● **Assignment**
Among the entries below, find the lines that hold the word "struct" and report them.

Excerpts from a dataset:
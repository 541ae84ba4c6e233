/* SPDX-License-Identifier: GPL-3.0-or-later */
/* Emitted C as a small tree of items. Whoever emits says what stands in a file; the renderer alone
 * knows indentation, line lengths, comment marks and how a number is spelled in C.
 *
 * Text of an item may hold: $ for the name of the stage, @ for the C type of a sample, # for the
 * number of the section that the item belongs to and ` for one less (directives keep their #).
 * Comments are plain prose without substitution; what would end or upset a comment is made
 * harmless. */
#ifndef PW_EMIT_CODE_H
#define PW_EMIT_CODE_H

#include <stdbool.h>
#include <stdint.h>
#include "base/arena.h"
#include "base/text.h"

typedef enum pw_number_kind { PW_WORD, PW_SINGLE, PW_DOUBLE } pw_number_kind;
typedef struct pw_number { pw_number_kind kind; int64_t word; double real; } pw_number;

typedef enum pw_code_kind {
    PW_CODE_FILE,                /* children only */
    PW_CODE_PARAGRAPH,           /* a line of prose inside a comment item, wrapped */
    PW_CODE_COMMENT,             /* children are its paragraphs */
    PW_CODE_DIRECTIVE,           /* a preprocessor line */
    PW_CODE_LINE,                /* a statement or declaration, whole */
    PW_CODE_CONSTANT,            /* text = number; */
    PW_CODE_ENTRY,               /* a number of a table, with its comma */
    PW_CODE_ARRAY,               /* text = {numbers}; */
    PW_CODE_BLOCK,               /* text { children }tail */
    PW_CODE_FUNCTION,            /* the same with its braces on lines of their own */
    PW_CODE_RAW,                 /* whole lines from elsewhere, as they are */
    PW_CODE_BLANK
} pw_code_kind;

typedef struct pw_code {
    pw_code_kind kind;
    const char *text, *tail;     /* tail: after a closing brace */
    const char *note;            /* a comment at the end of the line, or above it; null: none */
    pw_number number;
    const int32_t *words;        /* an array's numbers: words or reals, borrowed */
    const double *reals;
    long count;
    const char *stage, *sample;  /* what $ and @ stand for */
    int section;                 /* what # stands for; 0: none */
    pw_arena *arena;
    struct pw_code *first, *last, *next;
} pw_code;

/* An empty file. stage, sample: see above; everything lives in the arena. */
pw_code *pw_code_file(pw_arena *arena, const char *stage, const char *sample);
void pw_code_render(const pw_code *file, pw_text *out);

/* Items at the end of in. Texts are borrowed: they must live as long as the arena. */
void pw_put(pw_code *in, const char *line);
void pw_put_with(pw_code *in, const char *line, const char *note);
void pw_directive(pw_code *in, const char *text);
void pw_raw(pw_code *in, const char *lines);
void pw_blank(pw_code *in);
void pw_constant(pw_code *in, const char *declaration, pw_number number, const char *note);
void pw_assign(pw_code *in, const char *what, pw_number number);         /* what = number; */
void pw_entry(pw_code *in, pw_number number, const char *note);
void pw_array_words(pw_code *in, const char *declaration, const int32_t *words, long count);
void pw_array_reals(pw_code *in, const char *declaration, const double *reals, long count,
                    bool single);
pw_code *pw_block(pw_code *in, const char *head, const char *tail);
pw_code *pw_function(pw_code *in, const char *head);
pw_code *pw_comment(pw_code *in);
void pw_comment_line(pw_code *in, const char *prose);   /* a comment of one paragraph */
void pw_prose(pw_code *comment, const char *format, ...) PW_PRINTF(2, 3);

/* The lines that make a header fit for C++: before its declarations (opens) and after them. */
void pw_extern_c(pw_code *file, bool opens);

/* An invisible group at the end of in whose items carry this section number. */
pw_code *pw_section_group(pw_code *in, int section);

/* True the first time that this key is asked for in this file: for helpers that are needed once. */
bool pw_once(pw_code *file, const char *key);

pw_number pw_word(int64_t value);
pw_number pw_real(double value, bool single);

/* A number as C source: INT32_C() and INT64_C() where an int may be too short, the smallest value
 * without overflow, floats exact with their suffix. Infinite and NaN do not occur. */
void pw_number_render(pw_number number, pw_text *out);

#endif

● **Your response**
typedef struct pw_number { pw_number_kind kind; int64_t word; double real; } pw_number;
typedef struct pw_code {
    struct pw_code *first, *last, *next;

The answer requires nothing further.